Boxeo ya no está fuera del programa de LA28: el COI concedió reconocimiento provisional a World Boxing en febrero de 2025 y en marzo la Session aprobó su inclusión en los Juegos. Pero esa reincorporación no ha despejado del todo las dudas sobre el rumbo institucional del deporte. La nueva federación nació precisamente para ofrecer una salida al vacío dejado por la ruptura con la IBA, aunque su evolución reciente ha seguido generando interrogantes por la confusión en su dirección política, la retirada de Boris van der Vorst, la llegada sin oposición de Gennadiy Golovkin a la presidencia, las dudas sobre la integración real de la voz de los atletas y la controversia por sus nuevas reglas obligatorias de verificación de sexo. En otras palabras, el boxeo ha vuelto, pero no puede decirse todavía que haya encontrado la estructura sólida, transparente y cohesionada que el COI buscaba como garantía de futuro.

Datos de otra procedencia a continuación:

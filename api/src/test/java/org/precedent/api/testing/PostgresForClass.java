package org.precedent.api.testing;

import io.zonky.test.db.postgres.embedded.EmbeddedPostgres;
import java.io.IOException;
import java.io.UncheckedIOException;
import java.net.ServerSocket;
import java.nio.file.Files;
import java.nio.file.Path;
import java.sql.Connection;
import java.sql.SQLException;
import java.sql.Statement;
import javax.sql.DataSource;
import org.junit.jupiter.api.extension.AfterAllCallback;
import org.junit.jupiter.api.extension.BeforeAllCallback;
import org.junit.jupiter.api.extension.ExtensionContext;

/**
 * A real PostgreSQL server (embedded-postgres: the server's own binaries, started as a child
 * process) for one test class: starting one costs about 1.5 s, so a class shares it and empties
 * the service's tables between tests ({@link #reset}). A {@link #restartable()} one keeps its data
 * directory and port when {@link #stop stopped}, so that {@link #start} brings the same database
 * back where its clients left it, as an outage of the database's machine would.
 */
public final class PostgresForClass implements BeforeAllCallback, AfterAllCallback {
  private final boolean restartable;
  private EmbeddedPostgres server;
  private Path dataDirectory;
  private int port;

  public PostgresForClass() {
    this(false);
  }

  private PostgresForClass(boolean restartable) {
    this.restartable = restartable;
  }

  /** A server that can be stopped and started again on the same data directory and port. */
  public static PostgresForClass restartable() {
    return new PostgresForClass(true);
  }

  @Override
  public void beforeAll(ExtensionContext context) throws IOException {
    if (!restartable) {
      server = EmbeddedPostgres.builder().start();
      return;
    }
    dataDirectory = Files.createTempDirectory("precedent-postgres-");
    try (ServerSocket free = new ServerSocket(0)) {
      port = free.getLocalPort();
    }
    start();
  }

  /** Starts the restartable server on its data directory and port (after {@link #stop}). */
  public synchronized void start() throws IOException {
    if (!restartable || server != null) {
      throw new IllegalStateException("only a stopped restartable server can be started");
    }
    // Kept on close: the next start finds the same database (the library skips initdb when the
    // directory holds one).
    server = EmbeddedPostgres.builder().setDataDirectory(dataDirectory)
        .setCleanDataDirectory(false).setPort(port).start();
  }

  /** Stops the server (a fast shutdown: its clients' connections are cut). */
  public synchronized void stop() throws IOException {
    if (server != null) {
      server.close();
      server = null;
    }
  }

  @Override
  public void afterAll(ExtensionContext context) throws IOException {
    stop();
    if (dataDirectory != null) {
      TrainedData.delete(dataDirectory);
    }
  }

  /** The server's {@code postgres} database, as its superuser. */
  public DataSource dataSource() {
    if (restartable) {
      // The same address whether or not the server is up, as a service's pool keeps it.
      org.postgresql.ds.PGSimpleDataSource ds = new org.postgresql.ds.PGSimpleDataSource();
      ds.setUrl(url());
      return ds;
    }
    return server.getPostgresDatabase();
  }

  /** The JDBC address, for a service started with {@code spring.datasource.url}. */
  public String url() {
    return restartable ? "jdbc:postgresql://localhost:" + port + "/postgres?user=postgres"
        : server.getJdbcUrl("postgres", "postgres");
  }

  /** Empties every table the migrations made, keeping the tables and Flyway's history. */
  public void reset() {
    try (Connection c = dataSource().getConnection(); Statement s = c.createStatement()) {
      // Every table but Flyway's history, so that a table a later migration adds is emptied too.
      java.util.List<String> tables = new java.util.ArrayList<>();
      try (var rs = s.executeQuery("SELECT tablename FROM pg_tables WHERE schemaname = 'public'"
          + " AND tablename <> 'flyway_schema_history'")) {
        while (rs.next()) {
          tables.add(rs.getString(1));
        }
      }
      s.execute("TRUNCATE " + String.join(", ", tables) + " RESTART IDENTITY");
    } catch (SQLException e) {
      throw new UncheckedIOException(new IOException("could not empty the test database", e));
    }
  }
}
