/**
 * Alignment of token sequences: {@link org.precedent.knowledge.align.GlobalAlignment} lines up two
 * sequences end to end (Needleman and Wunsch 1970) under any scoring of pairs and a linear gap
 * penalty. It knows nothing of tickets, so answer groups can use it to find where their replies
 * differ. The package depends on the JDK alone and on no other package of Precedent.
 */
package org.precedent.knowledge.align;
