__all__ = [
    "nyquist_zone", "fold_hz", "FoldedBand", "fold_band", "AliasBands", "alias_input_bands", "zone_band_hz",
    "check_band_in_zone", "clock_spur_sideband_dbc", "clock_spur_sideband_hz", "harmonic_bands", "MAX_ALIAS_BANDS",
]

#: Most input bands :func:`alias_input_bands` lists (common practice, no source: far more than
#: any anti-alias filter plan looks at, small enough to stay well under a megabyte).
MAX_ALIAS_BANDS = 100_000
#: Highest zone index handled: ``2·f/fs`` must stay an exact float64 integer range.
_MAX_ZONE = 2.0**51


def _frequency(value: object, name: str, *, positive: bool = False) -> np.ndarray:
    """``value`` as a float64 array of finite Hz, >= 0 (> 0 with ``positive``), or a one-line error."""
    allowed = f"must be a finite frequency {'>' if positive else '>='} 0 Hz"
    try:
        f = np.asarray(value, dtype=np.float64)
    except (TypeError, ValueError):
        raise field_error(UnitError, name, value, allowed) from None
    bad = ~np.isfinite(f) | ((f <= 0.0) if positive else (f < 0.0))
    if bad.any():
        raise field_error(UnitError, name, float(f[bad].flat[0]), allowed)
    return f


def _whole(value: object, name: str, cls: type, lowest: int, highest: int | None = None) -> int:
    whole = not isinstance(value, bool) and isinstance(value, (int, np.integer))
    if not whole or value < lowest or (highest is not None and value > highest):
        span = f"from {lowest} to {highest}" if highest is not None else f">= {lowest}"
        raise field_error(cls, name, value, f"must be a whole number {span}")
    return int(value)


def _zone_index(f: np.ndarray, fs: np.ndarray, name: str = "f_hz") -> np.ndarray:
    """``floor(2·f/fs)`` (zone - 1) as float64, refusing ratios beyond exact float integers."""
    with np.errstate(over="ignore"):  # an overflow gives inf, refused just below
        q = np.floor(2.0 * f / fs)
    if np.any(q > _MAX_ZONE):
        raise field_error(UnitError, name, float(np.broadcast_to(f, q.shape)[q > _MAX_ZONE][0]),
                          "2·f/fs must be at most 2**51 (too many zones above 0 Hz)")
    return q
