def test_down_points_along_the_lo_are_the_hand_enumerated_responses(down):
    _, data = down
    pts = data.sources["tuning_points"]
    x0, x1 = data.meta["tuning_window"][:2]
    # Derived by hand: the responses of order <= 5 with f_LO = 20 MHz sit at |n·20 ± 5| / m
    # (centre of IF), m >= 1; the wanted (1,1) at 15 MHz is left out (it is not a spur):
    #   (1,0) 5          (1,1) 25 image     (1,2) 35, 45      (1,3) 55, 65     (1,4) 75, 85
    #   (2,0) 2.5        (2,1) 7.5, 12.5    (2,2) 17.5 half-IF, 22.5           (2,3) 27.5, 32.5
    #   (3,0) 5/3        (3,1) 5, 25/3      (3,2) 35/3, 15                     (4,0) 1.25
    #   (4,1) 3.75, 6.25 (5,0) 1
    hand = {(1, 0): [5], (1, 1): [25], (1, 2): [35, 45], (1, 3): [55, 65], (1, 4): [75, 85], (2, 0): [2.5],
            (2, 1): [7.5, 12.5], (2, 2): [17.5, 22.5], (2, 3): [27.5, 32.5], (3, 0): [5 / 3], (3, 1): [5, 25 / 3],
            (3, 2): [35 / 3, 15], (4, 0): [1.25], (4, 1): [3.75, 6.25], (5, 0): [1]}
    expected = sorted((m, n, f) for (m, n), fs in hand.items() for f in fs if x0 <= f <= x1)
    found = sorted((int(m), int(n), float(x)) for m, n, x in zip(pts["m"], pts["n"], pts["x"], strict=True))
    assert [e[:2] for e in expected] == [f[:2] for f in found]
    np.testing.assert_allclose([f[2] for f in found], [e[2] for e in expected], rtol=1e-12)
    np.testing.assert_array_equal(pts["y"], 20.0)  # all on the current LO line
    labels = {(int(m), int(n), round(float(x), 6)): lb for m, n, x, lb in
              zip(pts["m"], pts["n"], pts["x"], pts["label"], strict=True)}
    assert labels[(1, 1, 25.0)] == "image"  # f_RF + 2·f_IF
    assert labels[(2, 2, 17.5)] == "half-IF"  # f_LO - f_IF/2, between the channel and the LO
    assert labels[(2, 2, 22.5)] == "spur"  # the (2,2) on the far side of the LO is not the half-IF
    # each point lies inside a shown strip of its own (m, n) (the two functions agree)
    cuts = _cuts_at(data, 20.0)
    for m, n, x in zip(pts["m"], pts["n"], pts["x"], strict=True):
        assert any(lo - 1e-9 <= x <= hi + 1e-9 for lo, hi, *_ in cuts[(int(m), int(n))]), (m, n, x)
    # point colours follow their own margin (the response rule is the engine's; only the mapping is checked)
    for margin, cat, colour in zip(pts["margin"], pts["category"], pts["color"], strict=True):
        assert cat == ("violates" if margin < 0 else "close" if margin < CLOSE_DB else "clear")
        assert colour == CATEGORIES[cat][1]


def test_down_output_plane_wanted_arm_and_image_arm(down):
    _, data = down
    lines = data.sources["out_lines"]
    # Derived by hand: at f_LO = 20 MHz the (1,1) difference is the V y = |x - 20|; the arm
    # x < 20 (y = 20 - x) holds the wanted input 15 MHz -> 5 MHz; the arm x > 20 (y = x - 20)
    # holds the image 25 MHz -> 5 MHz.
    arms = {}
    for x0, y0, x1, y1, m, n, label, cat in zip(lines["x0"], lines["y0"], lines["x1"], lines["y1"], lines["m"],
                                                 lines["n"], lines["label"], lines["category"], strict=True):
        # every line lies on y = |m·x ± n·20| at both ends
        for x, y in ((x0, y0), (x1, y1)):
            assert min(abs(y - abs(m * x - n * 20)), abs(y - (m * x + n * 20))) <= 1e-9 * 40, (m, n, x, y)
        if (m, n) == (1, 1):
            arms[label] = (min(x0, x1), max(x0, x1), cat, (x0, y0, x1, y1))
    lo, hi, cat, seg = arms["(1,1) wanted"]
    assert cat == "wanted" and lo <= 15 <= hi and hi <= 20 + 1e-9
    x0, y0, x1, y1 = seg
    assert y0 + (15 - x0) * (y1 - y0) / (x1 - x0) == pytest.approx(5.0)  # through (15 MHz, 5 MHz)
    lo, hi, cat, _ = arms["(1,1) image arm"]
    assert lo >= 20 - 1e-9 and lo <= 25 <= hi and cat == "violates"
    # the wanted point of the output plane: input 15 MHz at the 5 MHz IF, margin NaN (documented in
    # chart_layers._point_columns: the wanted row has no margin)
    pts = data.sources["out_points"]
    w = [i for i, lb in enumerate(pts["label"]) if lb == "wanted"]
    assert w and all((pts["x"][i], pts["y"][i]) == pytest.approx((15.0, 5.0)) for i in w)
    assert all(math.isnan(pts["margin"][i]) for i in w)


def test_normalised_output_plane_is_divided_by_the_lo(down):
    ev, _ = down
    data = chart_data(ev, ViewOptions(channel_hz=15 * MHz, normalised=True))
    assert data.meta["out_scale"] == 20 * MHz and data.meta["out_unit"] == "× LO"
    # derived by hand: the wanted arm y = 1 - x passes through (15/20, 5/20) = (0.75, 0.25)
    lines = data.sources["out_lines"]
    k = lines["label"].index("(1,1) wanted")
    x0, y0, x1, y1 = lines["x0"][k], lines["y0"][k], lines["x1"][k], lines["y1"][k]
    assert y0 + (0.75 - x0) * (y1 - y0) / (x1 - x0) == pytest.approx(0.25)
    band = data.sources["out_output_band"]
    assert (band["y0"][0], band["y1"][0]) == pytest.approx((4.9 / 20, 5.1 / 20))
    assert data.meta["output_x_label"] == "RF input / LO"


def test_up_strips_along_the_current_lo(up):
    _, data = up
    assert data.meta["lo_hz"] == 20 * MHz and data.meta["tuning_x_label"] == "RF output (MHz)"
    cuts = _cuts_at(data, 20.0)
    # Derived by hand, up-conversion: the IF band 4.9-5.1 MHz through (m, n) with f_LO = 20 MHz
    # lands on x = |m·[4.9, 5.1] ± n·20|, a band m·B = 0.2·m wide at the output.
    wanted = [c for c in cuts[(1, 1)] if c[3] == "wanted"]
    other = [c for c in cuts[(1, 1)] if c[3] != "wanted"]
    # wanted: 20 - IF -> [14.9, 15.1] around the 15 MHz channel (high-side LO takes the difference)
    assert len(wanted) == 1 and wanted[0][:2] == pytest.approx((14.9, 15.1)) and wanted[0][2] == "wanted (1,1)"
    # unwanted sideband: 20 + IF -> [24.9, 25.1] = f_RF + 2·f_IF
    assert len(other) == 1 and other[0][:2] == pytest.approx((24.9, 25.1)) and other[0][2] == "(1,1) sum"
    # (2,1): |2·IF ± 20| -> 20 - [9.8, 10.2] = [9.8, 10.2] and 20 + [9.8, 10.2] = [29.8, 30.2], 0.4 = 2B wide
    assert sorted(c[:2] for c in cuts[(2, 1)]) == [pytest.approx((9.8, 10.2)), pytest.approx((29.8, 30.2))]
    # (2,0) and (3,0): the IF harmonics 2·IF = [9.8, 10.2] and 3·IF = [14.7, 15.3], for every LO
    assert [c[:2] for c in cuts[(2, 0)]] == [pytest.approx((9.8, 10.2))]
    assert [c[:2] for c in cuts[(3, 0)]] == [pytest.approx((14.7, 15.3))]


def test_up_points_output_plane_and_rf_tint(up):
    _, data = up
    pts = data.sources["tuning_points"]
    # Derived by hand, order <= 3, IF 5 MHz, f_LO 20 MHz, output products |m·5 ± n·20| in the window
    # (the wanted 15 MHz left out): (0,1) 20 LO leakage, (1,1) 25 unwanted sideband, (2,1) 10 and 30,
    # (2,0) 10, (3,0) 15; (1,0) 5, (0,2) 40, (1,2) 35 and 45, (0,3) 60 are outside the window.
    x0, x1 = data.meta["tuning_window"][:2]
    hand = [(0, 1, 20), (1, 1, 25), (2, 1, 10), (2, 1, 30), (2, 0, 10), (3, 0, 15),
            (1, 0, 5), (0, 2, 40), (1, 2, 35), (1, 2, 45), (0, 3, 60)]
    expected = sorted((m, n, float(f)) for m, n, f in hand if x0 <= f <= x1)
    found = sorted((int(m), int(n), float(x)) for m, n, x in zip(pts["m"], pts["n"], pts["x"], strict=True))
    assert found == [pytest.approx(e) for e in expected]
    labels = dict(zip(zip(pts["m"], pts["n"], strict=True), pts["label"], strict=True))
    assert labels[(1, 1)] == "unwanted sideband" and labels[(0, 1)] == "LO leakage"
    # output plane: the IF input 5 MHz against the RF output; the wanted arm y = 20 - x holds (5, 15)
    lines = data.sources["out_lines"]
    k = lines["label"].index("(1,1) wanted")
    lx0, ly0, lx1, ly1 = lines["x0"][k], lines["y0"][k], lines["x1"][k], lines["y1"][k]
    assert ly0 + (5 - lx0) * (ly1 - ly0) / (lx1 - lx0) == pytest.approx(15.0)
    assert data.meta["output_x_label"] == "IF input (MHz)" and data.meta["output_y_label"] == "RF output (MHz)"
    # no RF filter described: a transmitter's output filter is then an ideal brick wall over the RF
    # range widened by half the signal (analysis docstring), 9.95-20.05 MHz: tinted at full strength
    # (chart docstring: strongest in the passband), nothing outside
    for name, a, b in (("tuning_skirt", "x0", "x1"), ("out_output_skirt", "y0", "y1")):
        sk = data.sources[name]
        assert np.min(sk[a]) == pytest.approx(9.95) and np.max(sk[b]) == pytest.approx(20.05)
        np.testing.assert_allclose(sk["alpha"], 0.30)
        np.testing.assert_array_equal(sk["atten_db"], 0.0)
        np.testing.assert_allclose(sk[a][1:], sk[b][:-1])  # contiguous rows
    assert len(data.sources["out_input_skirt"]["x0"]) == 0  # no IF filter described: no input tint


def test_an_unfiltered_receiver_has_no_rf_tint_and_a_brick_wall_if_tint(down):
    _, data = down
    # analysis docstring: a receiver without a described preselector rejects nothing by filtering
    assert len(data.sources["tuning_skirt"]["x0"]) == 0
    # the undescribed IF filter is an ideal brick wall over the IF passband 4.9-5.1 MHz
    sk = data.sources["out_output_skirt"]
    assert np.min(sk["y0"]) == pytest.approx(4.9) and np.max(sk["y1"]) == pytest.approx(5.1)
    np.testing.assert_allclose(sk["alpha"], 0.30)


def test_a_brick_wall_if_filter_weaker_than_the_requirement_tints_its_stopband():
    # IF brick wall 4.9-5.1 MHz with 40 dB stopband against a 60 dB requirement: the tint is
    # 0.30 in the passband and 0.30·(1 - 40/60) = 0.10 in the stopband (chart docstring: the
    # tint fades to nothing where the filter alone meets the requirement; _skirt's linear rule)
    plan = converter(filters={"if": {"kind": "brickwall", "response": "bandpass", "f_center_hz": "5 MHz",
                                     "bandwidth_hz": "200 kHz", "stop_atten_db": 40}})
    data = chart_data(evaluate(plan_from_dict(plan)), ViewOptions(channel_hz=15 * MHz))
    sk = data.sources["out_output_skirt"]
    mid = 0.5 * (np.asarray(sk["y0"]) + np.asarray(sk["y1"]))
    inside = (mid > 4.9) & (mid < 5.1)
    np.testing.assert_allclose(sk["alpha"][inside], 0.30)
    np.testing.assert_allclose(sk["alpha"][~inside], 0.10)
    np.testing.assert_allclose(sk["atten_db"][~inside], 40.0)
    o = data.meta["output_window"]
    assert np.min(sk["y0"]) == pytest.approx(o[2]) and np.max(sk["y1"]) == pytest.approx(o[3])  # whole axis


def test_skirt_helper_directly():
    from mixchart.chart import _skirt
    from mixchart.filters import build_filter

    # no filter: 0 dB inside the band, infinite outside -> rows exactly over the band, in scaled units
    rows = _skirt(None, 0.0, 20 * MHz, None, (4.9 * MHz, 5.1 * MHz), 60.0, MHz)
    assert np.min(rows["x0"]) == pytest.approx(4.9) and np.max(rows["x1"]) == pytest.approx(5.1)
    np.testing.assert_allclose(rows["alpha"], 0.30)
    assert (np.asarray(rows["x1"]) > np.asarray(rows["x0"])).all()
    # a filter that alone meets the requirement (40 dB stopband, 30 dB required) is not tinted outside
    filt = build_filter({"kind": "brickwall", "response": "bandpass", "f_center_hz": 5e6, "bandwidth_hz": 2e5,
                         "stop_atten_db": 40})
    rows = _skirt(filt, 0.0, 20 * MHz, None, filt.passband_hz(), 30.0, MHz)
    assert np.min(rows["x0"]) == pytest.approx(4.9) and np.max(rows["x1"]) == pytest.approx(5.1)
    # the same filter against 60 dB: 0.30·(1 - 40/60) = 0.10 outside, from 0 to 20 MHz
    rows = _skirt(filt, 0.0, 20 * MHz, None, filt.passband_hz(), 60.0, MHz)
    assert np.min(rows["x0"]) == pytest.approx(0.0) and np.max(rows["x1"]) == pytest.approx(20.0)
    assert set(np.round(rows["alpha"], 12)) == {0.1, 0.3}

La presión también se mantiene sobre halterofilia y pentatlón moderno, aunque por motivos distintos. La International Weightlifting Federation -IWF- conservará en LA28 una cuota de 120 atletas y 10 categorías, una cifra muy reducida para un deporte olímpico histórico y todavía condicionada por el largo lastre del dopaje. A eso se añade que la federación sigue presentando la estabilidad institucional y financiera como una tarea todavía en construcción, de modo que el recorte no solo castiga el pasado, sino que mantiene abierta la duda sobre cuánto margen real conserva el deporte si no convence del todo en gobernanza, credibilidad y sostenibilidad. En pentatlón moderno, la cuota baja de 72 a 64 atletas para Los Ángeles, un golpe recibido con “considerable decepción” por la UIPM incluso después del reemplazo de la equitación por la carrera de obstáculos. Ese recorte sugiere que el cambio de formato, por sí solo, no ha bastado para despejar todas las dudas sobre identidad, popularidad y coste organizativo dentro del nuevo mercado olímpico.

Dinero, medios y gobernanza: el filtro real del nuevo programa olímpico

Detrás de ese reparto hay una lógica económica mucho más visible que en décadas anteriores. El COI sostiene que redistribuye el 90% de sus ingresos al deporte y al movimiento olímpico, y ha situado en 7.500 millones de dólares los ingresos ya asegurados para el ciclo 2025-2028. Eso convierte el programa en mucho más que una lista competitiva: es el escaparate desde el que se reparte visibilidad global, acceso a financiación y peso político dentro del ecosistema olímpico

Por eso la gobernanza se ha convertido en un filtro tan útil para el organismo. Transparencia, estructura federativa, cumplimiento antidopaje, estabilidad operativa y adaptación a nuevas exigencias pesan hoy junto al atractivo digital, el equilibrio de género o la potencia de mercado. El programa inicial de Brisbane 2032 se decidirá en 2026 y llegará con esa doble lectura ya instalada: algunos deportes pelearán por entrar porque representan nuevos públicos y nuevos territorios; otros lo harán para no perder una centralidad global de la que dependen buena parte de su financiación, su presencia mediática y su capacidad de seguir siendo relevantes dentro del ecosistema olímpico.